В античной комедии намечен также богоборческий (ст.1190) и тираноборческий (ст.1075) пафос птичьего города-утопии, который будет мешать небожителям питаться чадом от жертвоприношений (ст.1519). Новое поселение в романе Яхиной также основано на атеизме, хотя в восточной поэзии звучит тема богоискательства.
Аристофан травестирует мотивы гипотетической праосновы («праматери») поэм Аттара и Навои, варьируя тему встречи с Симургом или Абсолютом. Античная комедия завершается примирением с богами. Греческие птицы встречаются с небожителями на свадебном пире, на котором угостят их собой, то есть тушками «репрессированных» птиц. Небожители, принимающие кровавые жертвоприношения, подобны демонам. Это примирение на крови и радость на страдании. Это апокалиптический антихристов пир, травестирующий встречу в Абсолютом в художественном мире Аттара и Навои.

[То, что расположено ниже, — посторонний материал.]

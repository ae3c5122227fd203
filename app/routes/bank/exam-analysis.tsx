import { Link, useLoaderData } from "react-router";
import { requireViewer } from "~/auth/gate.server";
import { LedgerTable, Td, Th } from "~/components/admin/ledger";
import type { AnalysedItem, ItemAnalysisView } from "~/db/queries/item-analysis.server";
import { FEW_ANSWERS_TEXT, FLAG_TEXT, FLAG_THRESHOLDS } from "~/domain/psychometrics/form-analysis";
import { loadAnalysis } from "./exam-analysis-load.server";
import type { Route } from "./+types/exam-analysis";

export async function loader({ request, params, context }: Route.LoaderArgs) {
  const viewer = requireViewer(context, "section:bank");
  return loadAnalysis(viewer.org.id, params.examId, request);
}

const fixed = (n: number | null, digits = 2) => (n === null ? "—" : n.toFixed(digits));
const points = (n: number) => (Number.isInteger(n) ? String(n) : n.toFixed(1));

export default function ExamAnalysisPage() {
  const a = useLoaderData<typeof loader>();
  const query = a.version.live ? "" : `?version=${a.version.version}`;
  const flagged = a.items.filter((i) => i.flags.length > 0).length;
  return (
    <section aria-labelledby="analysis-heading" className="flex flex-col gap-6">
      <p>
        <Link to={`/bank/exams/${a.exam.id}`}>← {a.exam.title}</Link>
      </p>
      <div className="flex flex-wrap items-baseline justify-between gap-3">
        <h2 id="analysis-heading" className="text-2xl font-semibold">
          Item analysis: {a.exam.title}
        </h2>
        <p className="flex gap-4">
          <a href={`/bank/exams/${a.exam.id}/analysis.csv${query}`} download>
            Download CSV
          </a>
          <a href={`/bank/exams/${a.exam.id}/analysis.pdf${query}`} download>
            Download PDF (one page)
          </a>
        </p>
      </div>

      <p>
        Version {a.version.version}
        {a.version.live ? " (live)" : ""} · pass mark {a.version.passMarkPercent} % · {a.examinees} {a.examinees === 1 ? "examinee" : "examinees"} (first sittings)
        {a.retakesExcluded > 0 ? ` · ${a.retakesExcluded} ${a.retakesExcluded === 1 ? "retake" : "retakes"} not analysed` : ""}
      </p>
      {a.versions.length > 1 ? (
        <nav aria-label="Exam versions">
          <p className="text-sm">
            Other versions:{" "}
            {a.versions
              .filter((v) => v.version !== a.version.version)
              .map((v, i) => (
                <span key={v.version}>
                  {i > 0 ? " · " : ""}
                  <Link to={`/bank/exams/${a.exam.id}/analysis${v.live ? "" : `?version=${v.version}`}`}>
                    version {v.version} ({v.examinees} examinees)
                  </Link>
                </span>
              ))}
          </p>
        </nav>
      ) : null}

      {a.examinees === 0 ? (
        <p className="text-muted">Nobody has completed a graded sitting of this version yet, so there is nothing to analyse.</p>
      ) : (
        <>
          {a.smallSample ? (
            <p role="note" className="rounded-md border border-coral p-3">
              <strong className="font-semibold">Few examinees.</strong> Only {a.examinees} examinees sat this version; with fewer than {FLAG_THRESHOLDS.minExaminees} the statistics below can change a lot with a few more sittings (common practice, no source). Read them as a first look.
            </p>
          ) : null}
          <Method a={a} />
          <Reliability a={a} />
          <Distribution a={a} />
          <section aria-labelledby="items-heading" className="flex flex-col gap-3">
            <h3 id="items-heading" className="text-xl font-semibold">
              Items ({a.items.length}, {flagged} flagged)
            </h3>
            <p className="text-sm text-muted">
              p is the share who answered right (the mean fraction of the item's points). r is the corrected point-biserial: the correlation of the item with the examinee's score on the
              rest of their form. D is the upper group's share right minus the lower group's. Flags (thresholds are common practice, no source): too easy above {FLAG_THRESHOLDS.tooEasyAbove},
              too hard below {FLAG_THRESHOLDS.tooHardBelow}, weak discrimination with r below {FLAG_THRESHOLDS.weakBelow}, negative below {FLAG_THRESHOLDS.negativeBelow}, and a wrong option nobody
              chose once at least {FLAG_THRESHOLDS.minWrongForUnusedOption} answered wrong. An item seen by fewer than {FLAG_THRESHOLDS.minItemAnswers} examinees carries a caution beside its count.
            </p>
            <ItemTable items={a.items} />
          </section>
          <section aria-labelledby="groups-heading" className="flex flex-col gap-2">
            <h3 id="groups-heading" className="text-xl font-semibold">
              How the upper and lower groups are formed
            </h3>
            <p>{a.groupRule}</p>
            {a.summary.method === "random-forms" ? <p>Because forms are drawn at random, each item's groups are formed among the examinees who saw it, ranked by their total on their own form.</p> : null}
          </section>
        </>
      )}
    </section>
  );
}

Оба поэта разрабатывают сюжет прохождения испытаний и взыскания Творца. И у Навои в поэме «Язык птиц» (1499), и у Аттара одна из долин (стоянок) названа в честь любви. Преодолевая чисто земную любовную страсть, приравниваемую к суфийскому заблуждению как этапу на пути к истине, птицы вслед за шейхом Санааном (у Аттара) или Сананом (у Навои) восходят к постижению Бога, поэтому в романе Гузели Яхиной также заложен запрет на земную любовь Зулейхи и Игнатова. Если в обоих поэмах и утверждается любовь, то это любовь сакральная, высшая, которой нужно принести в жертву любовь земную, увядающую быстро, как роза (ср. историю соловья у Навои). Сюжетно, а не онтологически, запрет на любовь долгое время держится, во-первых, потому, что Зулейху шокирует, что убийца мужа смотрит на нее глазами мужа (этот мотив, кстати, звучит и в романе Кретьена де Труа «Рыцарь со Львом», где Ивэйн убивает охраняющего лесной ключ рыцаря Эскладоса и берет в жены его вдову Лодину, - почти так же поступает Эдип; словом, мы столкнулись в романе с воскресшим архетипом матриархата – с борьбой за женщину-первопредка). Во-вторых, запрет вновь воскресает, так как тяжело заболевает сын Зулейхи Юсуф. Мать осмысляет болезнь как следствие своего греха и как вину перед сыном, которая едва не убила ребенка. Идея греха есть и в мусульманстве, но она соотнесена в большей мере с идеей справедливого возмездия, а не чуда покаяния и прощения. Трудности долины любви преодолеет лишь способный пламенеть доводящей до безумия божественной любовью.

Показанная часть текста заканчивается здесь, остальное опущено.